Security patch planning should be performed based on the factored risk rating of the vulnerability, and a standard sliding patch window adopted for each of the platforms in use, that ties directly back to the rating.
- If the organization is smaller, consider a single monthly window for applying all missing security patches.
- Medium sized organizations might consider having a second maintenance period every month, as they are more likely to have multiple platforms present (IE: Windows & Unix).
- Larger, Enterprise environments might consider having several maintenance periods as well.
In the case of larger environments, complexity of the platforms in use and their inter-dependencies must be taken into account. If the front-end systems are going to be down for utility patches and updates, it may be a perfect time to apply security patches for the back-end databases, for instance.
Make certain that no matter what the size of the organization or the nature of the patch, a back out plan has been developed and tested.
Audit and Assessment
Regular audit and assessment helps gauge the success and extent of patch management efforts. There are typically two phases in the auditing and assessment portion of the patch management program. Verification and Validation. You are essentially trying to answer two very different questions:
- Verification – What systems need to be patched?
- Validation – Are the systems that were supposed to be patched, actually patched and protected?

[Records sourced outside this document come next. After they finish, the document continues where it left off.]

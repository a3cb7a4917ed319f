//! Class breaks against mapclassify 2.10.0 (FisherJenks and Quantiles),
//! fixture `tests/reference/fixtures/map/classes.json` written by
//! `tests/reference/gen/map_fixtures.py` (the file names its versions).

use serde_json::Value;
use strata::geo::classify;

#[test]
fn natural_and_quantile_breaks_match_mapclassify() {
    let p = format!("{}/../../tests/reference/fixtures/map/classes.json", env!("CARGO_MANIFEST_DIR"));
    let f: Value = serde_json::from_str(&std::fs::read_to_string(p).unwrap()).unwrap();
    let nums = |v: &Value| v.as_array().unwrap().iter().map(|x| x.as_f64().unwrap()).collect::<Vec<f64>>();
    let cases = f["cases"].as_array().unwrap();
    assert!(cases.len() >= 12);
    for case in cases {
        let xs = nums(&case["values"]);
        let k = case["k"].as_u64().unwrap() as usize;
        for (name, got) in [("natural", classify::natural(&xs, k)), ("quantile", classify::quantile(&xs, k))] {
            let want = nums(&case[name]);
            assert_eq!(got.len(), want.len(), "{name} k={k}: {got:?} vs {want:?}");
            for (g, w) in got.iter().zip(&want) {
                assert!((g - w).abs() <= 1e-9 * w.abs().max(1.0), "{name} k={k}: {got:?} vs {want:?}");
            }
        }
    }
}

The audit and assessment component will help answer these questions, but there are dependencies. The most critical success factor here is accurate and effective asset management information. The major requirement for any asset management system is the ability to accurately track deployed hardware and software throughout the enterprise, including remote users and office locations. Ideally, asset management software will allow the administrator to generate reports that will be used to drive the effort toward consistent installation of patches and updates across the organization.
System discovery is an essential component of the audit and assessment process. While asset management systems can help administer and report on known systems, there are likely a number of systems that have been unknowingly or intentionally excluded from inventory databases and management infrastructures. System discovery tools can help uncover these systems and assist in bringing them under the umbrella of formal asset management and patch management compliance
Regardless of the tools used, the goal is to discover all systems within your environment and assess their compliance with the organization’s patch and configuration policies and standards.
Focusing solely on technology to solve the patch management issue is not the best answer. Installing patch management software and vulnerability assessment tools without supporting policies, standards, guidelines, and oversight will be a wasted effort. Instead, solid patch management programs will team technological solutions with policy and operationally-based components that work together to address each organization’s unique needs.